- [Your goal]:
A copy is needed of each line in the records that has the word "Length".

★ ★ ★ ★ ★ ★ ★

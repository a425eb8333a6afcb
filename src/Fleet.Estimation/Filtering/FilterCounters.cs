namespace Fleet.Estimation.Filtering;

/// <summary>
/// Cumulative outcome counts of one <see cref="RobotFilter"/> since construction (not cleared by
/// <see cref="RobotFilter.Reset"/>). Events re-applied during an out-of-order rollback are counted once, when they
/// first arrive. Not thread-safe, like the filter.
/// </summary>
public sealed class FilterCounters
{
    private readonly long[] _rejected = new long[Enum.GetValues<RejectionReason>().Length];

    /// <summary>TDOAs applied at full weight.</summary>
    public long Accepted { get; private set; }

    /// <summary>TDOAs applied with a weight in (0, 0.99).</summary>
    public long DownWeighted { get; private set; }

    /// <summary>TDOAs held for initialisation.</summary>
    public long Buffered { get; private set; }

    /// <summary>Odometry samples applied.</summary>
    public long OdometryApplied { get; private set; }

    /// <summary>Valid inputs the motion model does not use (odometry for a constant-velocity filter).</summary>
    public long Ignored { get; private set; }

    /// <summary>Events (TDOA or odometry) that arrived out of order and were applied by rollback and replay.</summary>
    public long ReorderedApplied { get; private set; }

    /// <summary>Successful fixes (first acquisition and every re-acquisition).</summary>
    public long Initialisations { get; private set; }

    /// <summary>Losses of track that forced a re-acquisition (divergence, time gap).</summary>
    public long Reinitialisations { get; private set; }

    /// <summary>All rejected events, any reason.</summary>
    public long Rejected { get; private set; }

    /// <summary>Rejected events for one reason.</summary>
    public long RejectedFor(RejectionReason reason)
    {
        var i = (int)reason;
        return i >= 0 && i < _rejected.Length ? _rejected[i] : 0;
    }

    internal void Count(in UpdateResult result)
    {
        switch (result.Outcome)
        {
            case UpdateOutcome.Accepted:
                Accepted++;
                break;
            case UpdateOutcome.DownWeighted:
                DownWeighted++;
                break;
            case UpdateOutcome.Buffered:
                Buffered++;
                break;
            case UpdateOutcome.Ignored:
                Ignored++;
                break;
            case UpdateOutcome.Rejected:
                Rejected++;
                var i = (int)result.Reason;
                if (i >= 0 && i < _rejected.Length)
                {
                    _rejected[i]++;
                }

                break;
        }
    }

    internal void CountOdometry() => OdometryApplied++;

    internal void CountReordered() => ReorderedApplied++;

    internal void CountInitialisation() => Initialisations++;

    internal void CountReinitialisation() => Reinitialisations++;
}
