namespace Fleet.Estimation.Filtering;

/// <summary>Cholesky solve and inverse for small symmetric positive-definite matrices (n ≤ 8), row-major, allocation-free.</summary>
internal static class SmallMatrix
{
    /// <summary>Cholesky factor L (lower, row-major) of a; false when a is not positive definite.</summary>
    public static bool TryCholesky(ReadOnlySpan<double> a, int n, Span<double> l)
    {
        l[..(n * n)].Clear();
        for (var i = 0; i < n; i++)
        {
            for (var j = 0; j <= i; j++)
            {
                var s = a[(i * n) + j];
                for (var k = 0; k < j; k++)
                {
                    s -= l[(i * n) + k] * l[(j * n) + k];
                }

                if (i == j)
                {
                    if (!(s > 0) || !double.IsFinite(s))
                    {
                        return false;
                    }

                    l[(i * n) + i] = Math.Sqrt(s);
                }
                else
                {
                    l[(i * n) + j] = s / l[(j * n) + j];
                }
            }
        }

        return true;
    }

    /// <summary>Solves a·x = b for symmetric positive-definite a; false when a is not positive definite.</summary>
    public static bool TrySolveSymmetric(ReadOnlySpan<double> a, ReadOnlySpan<double> b, int n, Span<double> x)
    {
        Span<double> l = stackalloc double[64];
        if (!TryCholesky(a, n, l))
        {
            return false;
        }

        Span<double> y = stackalloc double[8];
        for (var i = 0; i < n; i++)
        {
            var s = b[i];
            for (var k = 0; k < i; k++)
            {
                s -= l[(i * n) + k] * y[k];
            }

            y[i] = s / l[(i * n) + i];
        }

        for (var i = n - 1; i >= 0; i--)
        {
            var s = y[i];
            for (var k = i + 1; k < n; k++)
            {
                s -= l[(k * n) + i] * x[k];
            }

            x[i] = s / l[(i * n) + i];
        }

        return true;
    }

    /// <summary>Inverse of a symmetric positive-definite a; false when a is not positive definite.</summary>
    public static bool TryInvertSymmetric(ReadOnlySpan<double> a, int n, Span<double> inverse)
    {
        Span<double> e = stackalloc double[8];
        Span<double> col = stackalloc double[8];
        for (var j = 0; j < n; j++)
        {
            e[..n].Clear();
            e[j] = 1;
            if (!TrySolveSymmetric(a, e, n, col))
            {
                return false;
            }

            for (var i = 0; i < n; i++)
            {
                inverse[(i * n) + j] = col[i];
            }
        }

        return true;
    }
}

★ ★ ★ ★ ★ ★ ★

- [Exercise solution]:
    private readonly long[] _rejected = new long[Enum.GetValues<RejectionReason>().Length];
        return i >= 0 && i < _rejected.Length ? _rejected[i] : 0;
                if (i >= 0 && i < _rejected.Length)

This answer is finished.